After the WHL he played college hockey for the University of Saskatchewan where he turned in his best season of hockey. Kozun led the Huskies last season to a Canada West title. He was named Canada West Male Athlete of the Year after posting a 17-3-2 record and 1.87 goals-against with a .931 save-percentage.

“We had a really great coach in Dave Adolph,” Kozun says of playing in college. “Once he got the guys on the same page and got us playing the Husky way, it was a lot of fun. Those guys I’ll have great memories with, they’re like best friends. I have to give the coaching staff a lot of compliments. They did everything for me.”

Not only did he win a title with Saskatchewan, he fulfilled something that every goalie dreams of.

He scored a goal.

“That was pretty wild and something I’ve tried in the past and never been able to hit the net,” Kozun says. “For that moment, didn’t really know what was going through my head. I was lucky enough to hit the net. I think I was more excited to see the guys’ faces and how excited they were for me, that made the moment even better.”

After a goal and a college championship, Kozun has described this season as a ‘180’ from last year. But that doesn’t mean it’s been all bad. He’s been reunited with a former Seattle teammate in Evan Wardley in Wheeling and once the puck drops, he’s had fun.

“Once you get to skate around and play the game, you forget about what’s happened,” Kozun says. “If you’re having troubles off the ice when you get to the rink and hang out, once you get on the ice everything else you forget. It’s the highlight of the day to get on the ice and not worry about anything else.

“You’re just stopping the puck and making sure your movements are right…making sure my game’s always good. Playing games, you forget about everything, you’re worried about your compete level and being positive.”

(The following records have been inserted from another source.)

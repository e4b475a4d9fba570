"""The text of study.toml for the Harbour Ridge demo."""

from __future__ import annotations

SEGMENTS = {
    "deferred_annuities": "Deferred annuities",
    "payout": "Annuities in payment",
    "guaranteed_interest": "Guaranteed interest contracts",
}

HEAD = """# Demo study. Insurer, people, holdings and business are invented; only the starting curve is published.
# Written by scenarios/make_harbour_ridge_2022.py: change the script, not this file.

[study]
name = "Harbour Ridge year-end 2022"
company = "Harbour Ridge Mutual Annuity Society (invented)"
business = "Deferred annuities, annuities in payment and guaranteed interest contracts"
valuation_date = 2022-12-31
information_date = 2023-02-10
currency = "USD"
data_status = "invented"
responsible_actuary = "Philippa Nettlewick (invented)"

[tables]
securities = "securities.csv"
lots = "lots.csv"
call_rights = "call_rights.csv"
yield_curve = "yield_curve.csv"
class_spreads = "class_spreads.csv"
default_costs = "default_costs.csv"
liability_streams = "liability_streams.parquet"
control_totals = "control_totals.csv"
put_rights = "put_rights.csv"
sinking_payments = "sinking_payments.csv"
coupon_steps = "coupon_steps.csv"
announced_calls = "announced_calls.csv"
"""

MODEL = """
[call_model]
rule = "optimal_with_cost"
mean_reversion = 0.03
normal_volatility = 0.0100
issuer_cost_share_of_par = 0.005
source = "Invented for the demo; \
the volatility is of the order of normal swaption volatilities at the end of 2022 (from memory)"
as_of = 2022-12-30
rationale = "One volatility for every issuer; the cost stands for fees and the effort of a refunding"

[spreads]
refunding = "class_plus_concession"
concession_bp = 10
residual_fade_years = 0
no_root_fallback = "rating_spread"
source = "Invented for the demo; \
class_spreads.csv is of the order of United States corporate spreads at the end of 2022 (from memory)"
as_of = 2022-12-30
rationale = "An issuer refunds at what its class pays, plus a new-issue concession"

[defaults]
form = "net_annual_cost"
recovery_lag_months = 0
source = "Invented for the demo, default_costs.csv"
as_of = 2022-12-31
rationale = "Net of recoveries, by rating, with a margin over long-run averages"

[purchases]
share_of_cash_invested = 1.0
source = "Investment policy of the invented insurer"
as_of = 2022-12-31
rationale = "Bullets that the policy allows, at the class spreads of the valuation date; nothing callable is bought"
[[purchases.classes]]
name = "A 5 years"
rating = "A"
term_years = 5
spread_bp = 95
weight = 0.30
[[purchases.classes]]
name = "BBB 7 years"
rating = "BBB"
term_years = 7
spread_bp = 168
weight = 0.20
[[purchases.classes]]
name = "A 10 years"
rating = "A"
term_years = 10
spread_bp = 115
weight = 0.20
[[purchases.classes]]
name = "BBB 10 years"
rating = "BBB"
term_years = 10
spread_bp = 182
weight = 0.15
[[purchases.classes]]
name = "AA 20 years"
rating = "AA"
term_years = 20
spread_bp = 92
weight = 0.15

[borrowing]
spread_bp = 60
limit_share_of_statement_assets = 0.03
source = "Credit line of the invented insurer"
as_of = 2022-12-31
rationale = "Bridges a month; beyond the limit assets are sold"

[investment_expense]
annual_share_of_statement_value = 0.0010
source = "Invented for the demo"
as_of = 2022-12-31
rationale = "Cost of managing investment-grade bonds in-house"

[maintenance_reserve]
interest_maintenance_reserve = 0
asset_valuation_reserve = 0

[tax]
rate = 0

[criterion]
sentence = "Statement surplus, all segments together, \
is not negative at any year end of the forty years in any of the seven scenarios."
fixed_on = 2023-01-20
measure = "statement_surplus"
dates = "every_year_end"
scenarios_allowed_below = 0
limit = 0

[horizon]
months = 480
asset_close_out = "market_value"
liability_close_out = "statutory_reserve"
source = "Choice of the invented actuary"
as_of = 2022-12-31
rationale = "After forty years one to three per cent of today's reserves is left, by scenario"

[discounting]
npv_constant_bp = 0
source = "Choice of the invented actuary"
as_of = 2022-12-31
rationale = "Gaps are read at the path's own one-month rates"

[rates]
rate_basis = "par"
source = "United States Department of the Treasury, Daily Treasury Par Yield Curve Rates, 2022-12-30; \
the seven deterministic paths of the asset adequacy regulations"
as_of = 2022-12-30
rationale = "Last business day before the valuation date"
[[rates.paths]]
kind = "seven_deterministic"
floor = "shift"
within_year = "linear"
recovery = "cut"

[liabilities]
scenario_set_digest = "{digest}"
rate_insensitive_blocks = ["payout_annuities", "guaranteed_contracts"]
source = "Roll-forward in scenarios/harbour_ridge_liabilities.py, invented for the demo"
as_of = 2022-12-31
rationale = "Deferred annuities were run on each path; the other two blocks pay what was promised whatever rates do"

[texts]
prior_additional_reserve = "None: this is the first year of the invented insurer's test."
reliances = [
    "Holdings, statement values and accrued interest: Osbert Quayle (invented), investment accounting.",
    "Policy data and liability streams: Tamsin Orrery (invented), valuation systems.",
]
notes = [
    "The insurer, its people, its holdings and its liabilities are invented; \
figures must not be used for any other purpose.",
    "The Treasury levels from which coupons were built are approximate year averages from memory.",
]
law_and_manual = "11 NYCRR 95 and section 30 of the Valuation Manual (VM-30), as far as a demo needs them."
materiality = "One million dollars, a little under 0.1 % of reserves (invented)."
"""

WITHOUT_DIGEST = 'scenario_set_digest = "{digest}"\n'


def study_text(cash: dict[str, float], digest: str) -> str:
    """study.toml; without a digest as long as no stream depends on paths."""
    segments = "".join(
        f'\n[[segments]]\nname = "{name}"\ntitle = "{title}"\ncash = {cash[name]:.2f}\n'
        for name, title in SEGMENTS.items()
    )
    model = MODEL.replace("{digest}", digest) if digest else MODEL.replace(WITHOUT_DIGEST, "")
    return HEAD + segments + model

Taran Kozun played a season and a half with the Seattle Thunderbirds. (Brian Liesse)

Can Taran Kozun stay with the Wheeling Nailers?

Kozun’s love of hockey has helped him persevere through what has been an extreme season.

He’s learned how to deal with the unpredictability of minor pro hockey and done whatever he can to put his best skate forward when given the opportunity.

The plan is to keep pushing and to see how far he can take his hockey dreams, even if it means not fully unpacking his bags. For now, he’s a Wheeling Nailer and he’s going to compete every time he’s on the ice in practice or games.

“Whenever I get a chance to play, I want to win,” Kozun says. “If I don’t win, I’m not very happy with myself. Being able to have that compete really drives me and helps me mentally prepare for games and do my best. I’ve enjoyed it here in Wheeling and hopefully I can stay for a while.”